Defining Fear
Feb 15, 2023Fear helps us to define our boundaries. We have to use this fear, rather than allow ourselves to be overcome by the fear. In order to do that, we need to understand the nature of our fears, and what they are indicating. Boundaries define what is our property to own, and what is not our property to own. Imagine a boundary line that surrounds not just your possessions, but also your thoughts, desires, cares, actions, choices, and values. We should fear things that would harm or diminish any of those things, and respond to that fear by setting boundaries that protect what is ours to own.

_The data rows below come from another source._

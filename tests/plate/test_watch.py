"""Watch mode: a recording is read only when complete, a changed one is read again, and a rerun picks up what appeared since."""

from __future__ import annotations

import threading
import time

import pytest

from nmrcheck.io.writers import write_bruker_fid
from nmrcheck.plate import ResultsStore, ScreenOptions, read_manifest, run_plate, screen_well
from nmrcheck.plate.runner import InlineExecutor

FORMULA = "C8H10O"  # the compound of the small synthetic FIDs (tests/plate/conftest.py)


def _wells(out):
    # Read-only, as a report would: a writer's connection would set up the schema and journal mode
    # and could hold the database while the run itself is opening it.
    try:
        with ResultsStore(out, readonly=True) as store:
            return store.current(with_trace=False)
    except Exception:  # noqa: BLE001 - the database may not exist yet
        return {}


def _history(out, well):
    try:
        with ResultsStore(out, readonly=True) as store:
            return store.history(well)
    except Exception:  # noqa: BLE001 - the database may not exist yet
        return []


def _watch_in_thread(manifest, out, **kwargs):
    holder = {}
    runner = threading.Thread(target=lambda: holder.setdefault("summary", run_plate(manifest, out, **kwargs)), daemon=True)
    runner.start()
    return runner, holder


def _reference(directory, well, manifest):
    """The well screened directly from its complete recording."""
    return screen_well(manifest.well(well), str(directory), ScreenOptions())


def _same_result(a, b):
    return a.status == b.status and a.verdict == b.verdict and a.count == b.count and a.regions == b.regions


def test_half_written_fid_waits_until_complete(tmp_path, make_fid):
    plate = tmp_path / "plate"
    write_bruker_fid(make_fid(1), plate / "A1")
    a2 = write_bruker_fid(make_fid(2), plate / "A2")
    full = (a2 / "fid").read_bytes()
    (a2 / "fid").write_bytes(full[: len(full) // 2])
    (plate / "manifest.csv").write_text(f"well,spectrum,formulas\nA1,A1,{FORMULA}\nA2,A2,{FORMULA}\nA3,A3,{FORMULA}\n")
    manifest = read_manifest(plate / "manifest.csv")
    out = tmp_path / "out"
    runner, holder = _watch_in_thread(manifest, out, workers=1, watch=True, poll_s=0.1, quiet_s=0.3, time_limit_s=60)
    deadline = time.monotonic() + 30
    while "A1" not in _wells(out) and time.monotonic() < deadline:
        time.sleep(0.1)
    assert "A1" in _wells(out)
    time.sleep(1.0)
    assert "A2" not in _wells(out), "a half-written FID was processed"
    # The FID grows to its full size; A3 appears complete from the start.
    with open(a2 / "fid", "ab") as fh:
        fh.write(full[len(full) // 2 :])
    write_bruker_fid(make_fid(3), plate / "A3")
    runner.join(timeout=60)
    assert not runner.is_alive()
    summary = holder["summary"]
    assert summary.status == "complete" and summary.pending == ()
    with ResultsStore(out) as store:
        history = store.history("A2")
        assert store.current()["A3"].status == "done"
    assert [h["status"] for h in history] in (["done"], ["done", "done"])
    if len(history) == 2:
        # Screened once on its own and again when the plate's shared first-order phase was found
        # (A3 completing in a later look than A2 makes the third strong well); never twice without it.
        assert history[0]["result"]["processing"]["options"]["shared_p1"] is None
        assert history[1]["result"]["processing"]["options"]["shared_p1"] is not None


def _fill_in_blocks(fid_path, data, blocks, pause_s, *, long_pause_after=None, long_pause_s=0.0):
    """Write ``data`` over a file already at full size, block by block, as an acquisition adding scans would."""
    step = -(-len(data) // blocks)
    with open(fid_path, "r+b") as fh:
        for k in range(blocks):
            fh.seek(k * step)
            fh.write(data[k * step : (k + 1) * step])
            fh.flush()
            time.sleep(long_pause_s if long_pause_after == k else pause_s)


def test_full_size_fid_filled_in_blocks_is_read_once_filled(tmp_path, make_fid):
    """Created at its final size (zeros), then filled: the size check alone would read it empty."""
    plate = tmp_path / "plate"
    a1 = write_bruker_fid(make_fid(1), plate / "A1")
    (plate / "manifest.csv").write_text(f"well,spectrum,formulas\nA1,A1,{FORMULA}\n")
    manifest = read_manifest(plate / "manifest.csv")
    reference = _reference(plate, "A1", manifest)
    data = (a1 / "fid").read_bytes()
    (a1 / "fid").write_bytes(bytes(len(data)))
    runner, holder = _watch_in_thread(manifest, tmp_path / "out", workers=1, watch=True, poll_s=0.1, quiet_s=1.0, time_limit_s=60)
    _fill_in_blocks(a1 / "fid", data, blocks=6, pause_s=0.3)
    runner.join(timeout=60)
    assert holder["summary"].status == "complete"
    with ResultsStore(tmp_path / "out") as store:
        history = store.history("A1")
        current = store.current()["A1"]
    assert len(history) == 1, [h["status"] for h in history]
    assert _same_result(current, reference)


def test_recording_changed_after_it_was_read_is_read_again(tmp_path, make_fid):
    """The writer pauses longer than the quiet period half-way: the half-filled FID is read, then read again once filled."""
    plate = tmp_path / "plate"
    a1 = write_bruker_fid(make_fid(1), plate / "A1")
    (plate / "manifest.csv").write_text(f"well,spectrum,formulas\nA1,A1,{FORMULA}\nA2,A2,{FORMULA}\n")
    manifest = read_manifest(plate / "manifest.csv")
    reference = _reference(plate, "A1", manifest)
    data = (a1 / "fid").read_bytes()
    (a1 / "fid").write_bytes(bytes(len(data)))
    out = tmp_path / "out"
    runner, holder = _watch_in_thread(manifest, out, workers=1, watch=True, poll_s=0.1, quiet_s=0.4, time_limit_s=60)
    _fill_in_blocks(a1 / "fid", data, blocks=4, pause_s=0.05, long_pause_after=1, long_pause_s=2.5)
    deadline = time.monotonic() + 30
    while len(_history(out, "A1")) < 2 and time.monotonic() < deadline:
        time.sleep(0.1)
    write_bruker_fid(make_fid(2), plate / "A2")
    runner.join(timeout=60)
    assert holder["summary"].status == "complete"
    with ResultsStore(out) as store:
        assert len(store.history("A1")) == 2
        assert _same_result(store.current()["A1"], reference)


def test_jcamp_paused_after_an_audit_trail_end_is_not_finished(refdata, tmp_path):
    """A real JCAMP-DX FID whose audit trail holds '$$ ##END=': a writer paused right after it has not finished."""
    source = next(p for p in sorted((refdata / "jcamp-fid").glob("*/1h.fid.dx")) if b"$$ ##END=" in p.read_bytes())
    text = source.read_bytes()
    cut = text.index(b"$$ ##END=")
    cut = text.index(b"\n", cut) + 1
    plate = tmp_path / "plate"
    plate.mkdir()
    (plate / "manifest.csv").write_text("well,spectrum\nA1,a1.dx\n")
    target = plate / "a1.dx"
    target.write_bytes(text[:cut])
    manifest = read_manifest(plate / "manifest.csv")
    out = tmp_path / "out"
    # A long quiet period: only the file's own closing ##END= can make it count as finished.
    runner, holder = _watch_in_thread(manifest, out, workers=1, watch=True, poll_s=0.1, quiet_s=600, time_limit_s=120)
    time.sleep(1.5)
    assert "A1" not in _wells(out), "a JCAMP-DX file cut after its audit trail was read"
    with open(target, "ab") as fh:
        fh.write(text[cut:])
    t0 = time.monotonic()
    runner.join(timeout=120)
    assert time.monotonic() - t0 < 60
    assert holder["summary"].status == "complete"
    assert _wells(out)["A1"].status == "done"


def test_time_limit_leaves_missing_wells_pending(tmp_path, make_fid):
    write_bruker_fid(make_fid(1), tmp_path / "A1")
    (tmp_path / "manifest.csv").write_text("well,spectrum\nA1,A1\nB1,B1\n")
    summary = run_plate(read_manifest(tmp_path / "manifest.csv"), tmp_path / "out", workers=1, watch=True, poll_s=0.1, quiet_s=0.2, time_limit_s=1.5)
    assert summary.status == "stopped"
    assert summary.pending == ("B1",)
    assert summary.screened == 1


def test_rerun_picks_up_new_and_changed_recordings(tmp_path, make_fid):
    """Without --redo: a recording that was missing, and one rewritten since, are screened again; the rest are not."""
    plate = tmp_path / "plate"
    for k, well in enumerate(("A1", "A2")):
        write_bruker_fid(make_fid(k + 1), plate / well)
    (plate / "manifest.csv").write_text(f"well,spectrum,formulas\nA1,A1,{FORMULA}\nA2,A2,{FORMULA}\nA3,A3,{FORMULA}\n")
    manifest = read_manifest(plate / "manifest.csv")
    out = tmp_path / "out"
    first = run_plate(manifest, out, executor=InlineExecutor())
    assert first.verdicts.get("unreadable") == 1
    again = run_plate(manifest, out, executor=InlineExecutor())
    assert again.screened == 0, "nothing changed: nothing to screen"
    write_bruker_fid(make_fid(3), plate / "A3")
    write_bruker_fid(make_fid(9), plate / "A2", overwrite=True)
    third = run_plate(manifest, out, executor=InlineExecutor())
    assert third.screened == 2 and third.skipped == 1
    with ResultsStore(out) as store:
        assert [h["status"] for h in store.history("A3")] == ["unreadable", "done"]
        assert len(store.history("A2")) == 2 and len(store.history("A1")) == 1


@pytest.mark.parametrize("bad", [float("nan"), -1.0])
def test_bad_quiet_period(tmp_path, bad):
    from nmrcheck.errors import ParameterError

    (tmp_path / "m.csv").write_text("well,spectrum\nA1,x\n")
    with pytest.raises(ParameterError, match="quiet_s"):
        run_plate(read_manifest(tmp_path / "m.csv"), tmp_path / "o", quiet_s=bad, executor=InlineExecutor())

If we do not properly understand the fear that we feel, we run the risk of letting fear dictate our boundaries in a negative direction. For example, if we have a fear of being alone, we may find ourselves tolerating disrespectful or dangerous treatment from others so that we do not have to face the fear of being alone.
Feeling fear is normal. We respond with a fight, flight, or freeze response to our fears. Either we push against the experience, move away from it, or get paralyzed by it. We might find ourselves saying 'no' all the time out of fear, and having tiny boundaries that constrict our lives. Or on the other hand, if we allow our boundaries to be too open, we may invite a lot of things that will harm us into our lives. If we have the appropriate amount of fear of the right things and respond accordingly, we can use fear as a diagnostic for setting healthy boundaries.
Key concepts:
-Fear is a diagnostic. Be afraid of the right things.
-When it comes to boundaries, what you have to be afraid of is not setting the boundary, but what happens if you do set it or don't set it.
-If you listen to fear that tells you something will be difficult or that you might fail, you will not grow or get what you want. Say instead: "What happens if I don't do this?"
-Diagnose your fear. Is it good fear? Fear of losing something good is good fear.